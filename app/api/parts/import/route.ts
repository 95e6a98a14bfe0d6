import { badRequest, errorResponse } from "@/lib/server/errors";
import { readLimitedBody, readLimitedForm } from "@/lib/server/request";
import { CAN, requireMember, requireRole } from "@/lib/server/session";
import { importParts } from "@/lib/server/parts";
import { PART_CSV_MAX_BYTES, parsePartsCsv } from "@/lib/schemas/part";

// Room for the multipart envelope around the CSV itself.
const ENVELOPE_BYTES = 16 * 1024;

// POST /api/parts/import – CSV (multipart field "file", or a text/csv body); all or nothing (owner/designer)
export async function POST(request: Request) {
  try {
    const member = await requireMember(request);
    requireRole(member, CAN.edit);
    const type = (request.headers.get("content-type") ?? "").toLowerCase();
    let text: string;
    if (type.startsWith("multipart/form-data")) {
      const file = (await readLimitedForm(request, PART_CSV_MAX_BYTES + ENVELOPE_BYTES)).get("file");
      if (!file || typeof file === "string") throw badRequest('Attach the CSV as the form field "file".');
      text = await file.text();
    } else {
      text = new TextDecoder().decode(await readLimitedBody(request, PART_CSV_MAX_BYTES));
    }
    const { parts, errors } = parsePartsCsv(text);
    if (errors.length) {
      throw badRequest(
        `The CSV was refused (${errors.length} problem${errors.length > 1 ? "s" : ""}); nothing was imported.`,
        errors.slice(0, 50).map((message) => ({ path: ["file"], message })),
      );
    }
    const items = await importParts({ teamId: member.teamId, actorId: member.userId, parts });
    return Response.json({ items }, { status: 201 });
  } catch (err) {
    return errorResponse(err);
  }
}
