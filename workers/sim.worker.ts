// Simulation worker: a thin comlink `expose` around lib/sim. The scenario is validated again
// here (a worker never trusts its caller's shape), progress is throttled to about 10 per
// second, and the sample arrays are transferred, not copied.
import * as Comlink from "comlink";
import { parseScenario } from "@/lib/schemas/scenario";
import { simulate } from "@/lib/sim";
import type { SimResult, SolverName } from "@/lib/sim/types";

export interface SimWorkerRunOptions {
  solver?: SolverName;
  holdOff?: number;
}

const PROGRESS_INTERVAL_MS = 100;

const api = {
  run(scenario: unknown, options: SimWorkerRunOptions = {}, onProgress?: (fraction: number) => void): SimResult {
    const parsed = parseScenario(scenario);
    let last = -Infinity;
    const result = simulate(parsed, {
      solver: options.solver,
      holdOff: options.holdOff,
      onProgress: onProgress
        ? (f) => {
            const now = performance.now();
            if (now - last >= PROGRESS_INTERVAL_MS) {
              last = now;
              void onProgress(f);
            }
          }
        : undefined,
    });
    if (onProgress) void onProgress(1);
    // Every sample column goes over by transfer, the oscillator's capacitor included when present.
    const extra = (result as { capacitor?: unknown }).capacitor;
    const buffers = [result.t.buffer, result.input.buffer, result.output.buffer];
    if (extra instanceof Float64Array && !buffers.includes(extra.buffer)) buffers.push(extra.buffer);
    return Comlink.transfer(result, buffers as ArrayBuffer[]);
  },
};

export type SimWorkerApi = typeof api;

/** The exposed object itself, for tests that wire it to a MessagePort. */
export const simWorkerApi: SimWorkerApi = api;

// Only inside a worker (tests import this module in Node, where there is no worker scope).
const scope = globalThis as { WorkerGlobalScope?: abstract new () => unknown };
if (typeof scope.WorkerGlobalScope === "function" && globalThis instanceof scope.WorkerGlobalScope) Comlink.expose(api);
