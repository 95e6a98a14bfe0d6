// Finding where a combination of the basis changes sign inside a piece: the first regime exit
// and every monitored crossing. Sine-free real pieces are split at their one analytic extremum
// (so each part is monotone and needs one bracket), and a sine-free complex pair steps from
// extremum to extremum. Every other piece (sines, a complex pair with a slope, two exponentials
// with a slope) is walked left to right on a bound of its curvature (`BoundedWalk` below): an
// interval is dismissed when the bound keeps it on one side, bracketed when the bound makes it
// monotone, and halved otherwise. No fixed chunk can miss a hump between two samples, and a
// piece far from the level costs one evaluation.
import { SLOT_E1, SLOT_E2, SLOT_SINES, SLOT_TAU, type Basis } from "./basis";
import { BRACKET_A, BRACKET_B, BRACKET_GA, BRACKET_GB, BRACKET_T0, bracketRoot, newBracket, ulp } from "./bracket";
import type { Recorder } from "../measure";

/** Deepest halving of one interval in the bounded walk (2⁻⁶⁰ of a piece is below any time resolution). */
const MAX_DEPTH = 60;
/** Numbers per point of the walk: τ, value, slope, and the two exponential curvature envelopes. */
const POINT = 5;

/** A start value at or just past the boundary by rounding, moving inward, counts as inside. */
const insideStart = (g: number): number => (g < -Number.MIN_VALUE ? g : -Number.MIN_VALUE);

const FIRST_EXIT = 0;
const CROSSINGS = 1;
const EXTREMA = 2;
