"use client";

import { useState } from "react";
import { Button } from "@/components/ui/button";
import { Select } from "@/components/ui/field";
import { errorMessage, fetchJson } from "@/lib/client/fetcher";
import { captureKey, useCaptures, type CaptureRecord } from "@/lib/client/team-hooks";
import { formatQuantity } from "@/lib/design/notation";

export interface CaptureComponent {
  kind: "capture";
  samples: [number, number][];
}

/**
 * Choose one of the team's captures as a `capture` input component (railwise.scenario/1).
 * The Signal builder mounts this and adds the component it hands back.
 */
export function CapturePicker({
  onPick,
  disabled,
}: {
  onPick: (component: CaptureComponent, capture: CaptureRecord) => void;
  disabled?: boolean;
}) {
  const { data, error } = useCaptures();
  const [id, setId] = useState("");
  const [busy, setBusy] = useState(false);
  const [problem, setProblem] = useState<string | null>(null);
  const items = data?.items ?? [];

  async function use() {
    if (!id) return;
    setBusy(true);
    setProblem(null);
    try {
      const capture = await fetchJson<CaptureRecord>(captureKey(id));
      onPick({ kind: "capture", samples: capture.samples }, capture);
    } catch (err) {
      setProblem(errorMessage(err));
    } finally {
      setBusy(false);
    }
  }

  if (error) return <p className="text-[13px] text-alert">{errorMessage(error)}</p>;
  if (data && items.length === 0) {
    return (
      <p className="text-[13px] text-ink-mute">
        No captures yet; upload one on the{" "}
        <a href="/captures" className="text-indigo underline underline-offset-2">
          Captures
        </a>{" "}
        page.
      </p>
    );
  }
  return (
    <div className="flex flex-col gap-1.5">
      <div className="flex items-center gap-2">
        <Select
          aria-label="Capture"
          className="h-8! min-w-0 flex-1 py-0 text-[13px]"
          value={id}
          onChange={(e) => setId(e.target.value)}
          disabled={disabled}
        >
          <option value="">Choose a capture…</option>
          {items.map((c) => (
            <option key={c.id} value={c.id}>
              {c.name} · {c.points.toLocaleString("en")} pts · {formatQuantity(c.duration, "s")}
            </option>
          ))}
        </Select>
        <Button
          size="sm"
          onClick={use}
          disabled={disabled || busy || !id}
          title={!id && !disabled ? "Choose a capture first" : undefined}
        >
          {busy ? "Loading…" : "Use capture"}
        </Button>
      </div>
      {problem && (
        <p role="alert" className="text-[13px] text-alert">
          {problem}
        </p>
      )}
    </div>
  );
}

┄┄┄┄┄┄┄┄┄┄┄┄┄┄┄┄┄┄┄┄

**What to do**
Your answer must hold the line containing "setProblem(errorMessage(err));" and all lines after it in the entries above, exactly, and nothing else.

**Written response**
      setProblem(errorMessage(err));
    } finally {
      setBusy(false);
    }
  }

  if (error) return <p className="text-[13px] text-alert">{errorMessage(error)}</p>;
  if (data && items.length === 0) {
    return (
      <p className="text-[13px] text-ink-mute">
        No captures yet; upload one on the{" "}
        <a href="/captures" className="text-indigo underline underline-offset-2">
          Captures
        </a>{" "}
        page.
      </p>
    );
  }
  return (
    <div className="flex flex-col gap-1.5">
      <div className="flex items-center gap-2">
        <Select
          aria-label="Capture"
          className="h-8! min-w-0 flex-1 py-0 text-[13px]"
          value={id}
          onChange={(e) => setId(e.target.value)}
          disabled={disabled}
        >
          <option value="">Choose a capture…</option>
          {items.map((c) => (
            <option key={c.id} value={c.id}>
              {c.name} · {c.points.toLocaleString("en")} pts · {formatQuantity(c.duration, "s")}
            </option>
          ))}
        </Select>
        <Button
          size="sm"
          onClick={use}
          disabled={disabled || busy || !id}
          title={!id && !disabled ? "Choose a capture first" : undefined}
        >
          {busy ? "Loading…" : "Use capture"}
        </Button>
      </div>
      {problem && (
        <p role="alert" className="text-[13px] text-alert">
          {problem}
        </p>
      )}
    </div>
  );
}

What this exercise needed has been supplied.